State of play: Judge John S. Martin issued a stay of all proceedings after the Virginia Supreme Court appointed a three-judge panel to decide whether four separate lawsuits — filed across four counties — should be consolidated into one jurisdiction. That panel hasn't issued a briefing schedule, hasn't signaled a timeline, and the ban takes effect July 1.
Catch up quick:
- Virginia's law bans the sale, manufacture, and transfer of so-called "assault firearms" and standard-capacity magazines
- Gun Owners of America, the Virginia Citizens Defense League, and Second Amendment journalist John Crump are plaintiffs in the Lancaster County case
- Anti-gun AG Jay Jones petitioned to consolidate the four cases — a move plaintiffs say is being used to run out the clock
The plaintiffs pushed back hard, filing an emergency response arguing the court retains full authority to hear the injunction request while consolidation is pending. Under Virginia's Multiple Claimant Litigation Act, lower courts are only barred from issuing their own consolidation or transfer orders — not from conducting normal proceedings. Staying everything wasn't required. It was a choice.

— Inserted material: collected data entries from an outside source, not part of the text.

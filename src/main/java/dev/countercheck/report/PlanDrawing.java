package dev.countercheck.report;

import dev.countercheck.report.DrawingMarks.Item;
import dev.countercheck.review.PileCapDrawing;
import dev.countercheck.review.Drawing.SectionLine;
import dev.countercheck.submission.Column;
import dev.countercheck.submission.Column.ColumnShape;
import dev.countercheck.submission.PileCap;
import dev.countercheck.submission.Point;
import dev.countercheck.submission.Reinforcement;
import dev.countercheck.submission.Reinforcement.BarSet;
import dev.countercheck.submission.Reinforcement.Direction;

import java.util.ArrayList;
import java.util.List;

/**
 * The plan of a pile cap, to scale: outline, bottom and top bars, piles with their numbers and
 * largest reactions, the 45° spread ring over each pile, the column, the basic control perimeter
 * (the part on the cap), the critical shear sections, the cut of the section view, dimensions in
 * mm, and the tags of what fails. x to the right, y up, as in the submission.
 */
final class PlanDrawing {

    static final double WIDTH = 800;
    static final double LEFT = 92;
    static final double RIGHT = 160;
    private static final double TOP = 76;
    private static final double BOTTOM = 116;
    private static final double MAX_HEIGHT = 420;

    private final PileCap cap;
    private final PileCapDrawing drawing;
    private final DrawingMarks marks;
    private final String id;
    private final PlanFrame frame;
    private final double scale;
    private final Svg svg;
    /** Labels and tags, drawn last so that no line or pile hides them. */
    private final List<Runnable> overlay = new ArrayList<>();

    private PlanDrawing(String id, PileCapDrawing drawing, DrawingMarks marks) {
        this.id = id;
        this.drawing = drawing;
        this.cap = drawing.cap();
        this.marks = marks;
        this.scale = scale(cap);
        this.frame = new PlanFrame(cap, scale, centreX(), TOP + cap.planYMm() * scale / 2);
        this.svg = new Svg(WIDTH, TOP + cap.planYMm() * scale + BOTTOM, "Plan of pile cap " + cap.id());
    }

    /** The SVG text of the plan; {@code id} makes its pattern and clip ids unique on the page. */
    static String svg(String id, PileCapDrawing drawing, DrawingMarks marks) {
        return new PlanDrawing(id, drawing, marks).draw();
    }

    /** Canvas units per mm: the cap fills the width between the margins, or {@value #MAX_HEIGHT} units of height. */
    static double scale(PileCap cap) {
        return Math.min((WIDTH - LEFT - RIGHT) / cap.planXMm(), MAX_HEIGHT / cap.planYMm());
    }

    /** The canvas x of the cap's centre line (shared with the section, so that the two line up). */
    static double centreX() {
        return LEFT + (WIDTH - LEFT - RIGHT) / 2;
    }

    private double x(double mm) {
        return frame.x(mm);
    }

    private double y(double mm) {
        return frame.y(mm);
    }

    private String draw() {
        double left = frame.left();
        double right = frame.right();
        double top = frame.top();
        double bottom = frame.bottom();
        svg.hatch(id + "-hatch", 6, Styles.HATCH_COLOUR);
        svg.rect(left, top, right - left, bottom - top, Styles.CAP);
        cap.reinforcement().ifPresent(this::bars);
        svg.clipTo(id + "-on-cap", left, top, right - left, bottom - top);
        perimeter();
        svg.endGroup();
        drawing.shearSections().forEach(s -> shearSection(s, left, right, top, bottom));
        cutLine(left, right);
        columnHatch();
        piles();
        columnEdge();
        PlanDimensions.draw(svg, frame);
        cap.reinforcement().ifPresent(r -> barLabels(r, left, top, bottom));
        axesAndScale(left, bottom);
        overlay.forEach(Runnable::run);
        return svg.done();
    }

    private void bars(Reinforcement r) {
        double side = r.cover().sideMm();
        for (BarSet set : r.bottom()) {
            String style = barStyle(set.direction());
            barLines(set, side, style);
        }
        for (BarSet set : r.top()) {
            barLines(set, side, Styles.BAR_TOP);
        }
    }

    private String barStyle(Direction direction) {
        Item item = direction == Direction.X ? Item.BARS_X : Item.BARS_Y;
        if (!marks.tags(item).isEmpty()) {
            return Styles.BAR_FAIL;
        }
        return direction == Direction.X ? Styles.BAR_X : Styles.BAR_Y;
    }

    /** The bars of a set, evenly spread across the cap between the side covers. */
    private void barLines(BarSet set, double side, String style) {
        boolean alongX = set.direction() == Direction.X;
        double length = alongX ? cap.planXMm() : cap.planYMm();
        double across = alongX ? cap.planYMm() : cap.planXMm();
        for (double at : BarLayout.positions(set.count(), across, side, set.diameterMm())) {
            if (alongX) {
                svg.line(x(-length / 2 + side), y(at), x(length / 2 - side), y(at), style);
            } else {
                svg.line(x(at), y(-length / 2 + side), x(at), y(length / 2 - side), style);
            }
        }
    }

    private void perimeter() {
        if (drawing.controlPerimeterMm().isEmpty()) {
            return;
        }
        double a = drawing.controlPerimeterMm().getAsDouble();
        Column c = cap.column();
        String style = marks.tags(Item.PERIMETER).isEmpty() ? Styles.PERIMETER : Styles.PERIMETER_FAIL;
        if (c.shape() == ColumnShape.CIRCULAR) {
            svg.circle(x(c.position().xMm()), y(c.position().yMm()), (c.cxMm() / 2 + a) * scale, style);
            return;
        }
        double l = x(c.position().xMm() - c.cxMm() / 2);
        double r = x(c.position().xMm() + c.cxMm() / 2);
        double t = y(c.position().yMm() + c.cyMm() / 2);
        double b = y(c.position().yMm() - c.cyMm() / 2);
        double s = a * scale;
        svg.path(new Svg.Path().moveTo(l, t - s).lineTo(r, t - s).arcTo(s, r + s, t, true).lineTo(r + s, b)
                .arcTo(s, r, b + s, true).lineTo(l, b + s).arcTo(s, l - s, b, true).lineTo(l - s, t)
                .arcTo(s, l, t - s, true).close(), style);
    }

    private void shearSection(SectionLine line, double left, double right, double top, double bottom) {
        Item item = "x".equals(line.axis()) ? Item.SHEAR_X : Item.SHEAR_Y;
        String tags = marks.tags(item);
        String style = tags.isEmpty() ? Styles.SHEAR : Styles.SHEAR_FAIL;
        if ("x".equals(line.axis())) {
            double at = x(line.positionMm());
            svg.line(at, top - 8, at, bottom + 8, style);
            overlay.add(() -> Annotations.label(svg, at + 3, top + 11, line.checkId(), "start", Styles.TEXT_SMALL));
            if (!tags.isEmpty()) {
                overlay.add(() -> Annotations.tag(svg, at + 3, top + 24, tags));
            }
        } else {
            double at = y(line.positionMm());
            svg.line(left - 8, at, right + 8, at, style);
            overlay.add(() -> Annotations.label(svg, left + 3, at - 4, line.checkId(), "start", Styles.TEXT_SMALL));
            if (!tags.isEmpty()) {
                overlay.add(() -> Annotations.tag(svg, left + 3 + line.checkId().length() * 5.6 + 4, at - 8, tags));
            }
        }
    }

    /** The cut of section A–A: along x through the column centre, looking in +y. */
    private void cutLine(double left, double right) {
        double at = y(cap.column().position().yMm());
        svg.line(left - 22, at, right + 12, at, Styles.CUT);
        for (double end : new double[] {left - 22, right + 12}) {
            svg.path(new Svg.Path().moveTo(end - 4, at - 3).lineTo(end + 4, at - 3).lineTo(end, at - 11).close(),
                    Styles.ARROW_HEAD);
            svg.text(end, at + 15, "A", "middle", Styles.TEXT_CUT);
        }
    }

    private void piles() {
        double radius = frame.pileRadius();
        double spread = BarLayout.spreadMm(cap).orElse(0);
        List<Point> positions = cap.piles().positions();
        for (int i = 0; i < positions.size(); i++) {
            double px = x(positions.get(i).xMm());
            double py = y(positions.get(i).yMm());
            if (spread > 0) {
                svg.circle(px, py, radius + spread * scale, Styles.SPREAD);
            }
            String tags = marks.pileTags(i);
            svg.circle(px, py, radius, tags.isEmpty() ? Styles.PILE : Styles.PILE_FAIL);
            svg.text(px, py + 4.5, String.valueOf(i + 1), "middle", Styles.TEXT_PILE);
            if (i < drawing.pileReactionsKn().size()) {
                String reaction = ReportNumbers.display(drawing.pileReactionsKn().get(i), "kN") + " kN";
                overlay.add(() -> Annotations.label(svg, px, py + radius + 13, reaction, "middle",
                        tags.isEmpty() ? Styles.TEXT : Styles.TEXT_FAIL));
            }
            if (!tags.isEmpty()) {
                overlay.add(() -> Annotations.tag(svg, px + radius * 0.72, py - radius * 0.72 - 6, tags));
            }
        }
    }

    /** The column's hatched area, under the piles, so that a pile beneath the column shows within its outline. */
    private void columnHatch() {
        String fill = "fill=\"url(#" + Svg.escape(id) + "-hatch)\" stroke=\"none\"";
        columnShape("fill=\"#ffffff\"");
        columnShape(fill);
    }

    /** The column's outline, over the piles, and its fail tag. */
    private void columnEdge() {
        String tags = marks.tags(Item.COLUMN);
        columnShape(tags.isEmpty() ? Styles.COLUMN_EDGE : Styles.COLUMN_EDGE_FAIL);
        if (!tags.isEmpty()) {
            Column c = cap.column();
            double halfX = c.cxMm() / 2 * scale;
            double halfY = (c.shape() == ColumnShape.CIRCULAR ? c.cxMm() : c.cyMm()) / 2 * scale;
            overlay.add(() -> Annotations.tag(svg, x(c.position().xMm()) + halfX + 3,
                    y(c.position().yMm()) - halfY + 2, tags));
        }
    }

    private void columnShape(String style) {
        Column c = cap.column();
        double cx = x(c.position().xMm());
        double cy = y(c.position().yMm());
        double halfX = c.cxMm() / 2 * scale;
        if (c.shape() == ColumnShape.CIRCULAR) {
            svg.circle(cx, cy, halfX, style);
        } else {
            double halfY = c.cyMm() / 2 * scale;
            svg.rect(cx - halfX, cy - halfY, 2 * halfX, 2 * halfY, style);
        }
    }

    private void barLabels(Reinforcement r, double left, double top, double bottom) {
        String xText = "x-bars: " + BarLayout.describe(r, Direction.X);
        svg.text(left, top - 12, xText, "start", Styles.TEXT);
        String xTags = marks.tags(Item.BARS_X);
        if (!xTags.isEmpty()) {
            Annotations.tag(svg, left + xText.length() * 6.1 + 6, top - 16, xTags);
        }
        String yText = "y-bars: " + BarLayout.describe(r, Direction.Y);
        svg.text(left, bottom + 52, yText, "start", Styles.TEXT);
        String yTags = marks.tags(Item.BARS_Y);
        if (!yTags.isEmpty()) {
            Annotations.tag(svg, left + yText.length() * 6.1 + 6, bottom + 48, yTags);
        }
    }

    private void axesAndScale(double left, double bottom) {
        double ox = left;
        double oy = bottom + 100;
        svg.line(ox, oy, ox + 26, oy, Styles.ARROW_SHAFT);
        svg.path(new Svg.Path().moveTo(ox + 30, oy).lineTo(ox + 24, oy - 3).lineTo(ox + 24, oy + 3).close(),
                Styles.ARROW_HEAD);
        svg.text(ox + 34, oy + 4, "x", "start", Styles.TEXT);
        svg.line(ox, oy, ox, oy - 26, Styles.ARROW_SHAFT);
        svg.path(new Svg.Path().moveTo(ox, oy - 30).lineTo(ox - 3, oy - 24).lineTo(ox + 3, oy - 24).close(),
                Styles.ARROW_HEAD);
        svg.text(ox, oy - 33, "y", "middle", Styles.TEXT);
        Annotations.scaleBar(svg, ox + 80, oy - 14, scale, WIDTH - LEFT - RIGHT);
    }
}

"It is entirely plausible that the Panel may take several months to have proceedings and issue a decision, by which point the Plaintiffs and those whose interests they represent will have suffered ongoing and irreparable harm for months." — Plaintiffs' emergency response, Crump v. Katz
Between the lines: AG Jones's consolidation gambit is straightforward — if you can't beat the injunction argument on the merits, delay it until the ban is already law. Once July 1 passes without a court order, the legal posture shifts. Plaintiffs go from stopping a ban to unwinding one.
Jones's legal arguments in his formal response are equally aggressive. He's claiming the Virginia Constitution doesn't protect an individual right to keep and bear arms — and that even if it did, it wouldn't cover AR-15s and similar rifles banned under the law. Those claims will get their day in court eventually. The question is whether "eventually" means before or after the ban is live.
What to watch: A separate case in Washington County Circuit Court still has a hearing scheduled for June 25. That judge hasn't issued a similar stay, making it the last realistic shot at a pre-July 1 injunction. Whether Judge Martin reverses himself in Lancaster County remains possible — plaintiffs made a strong legal argument — but it doesn't look likely.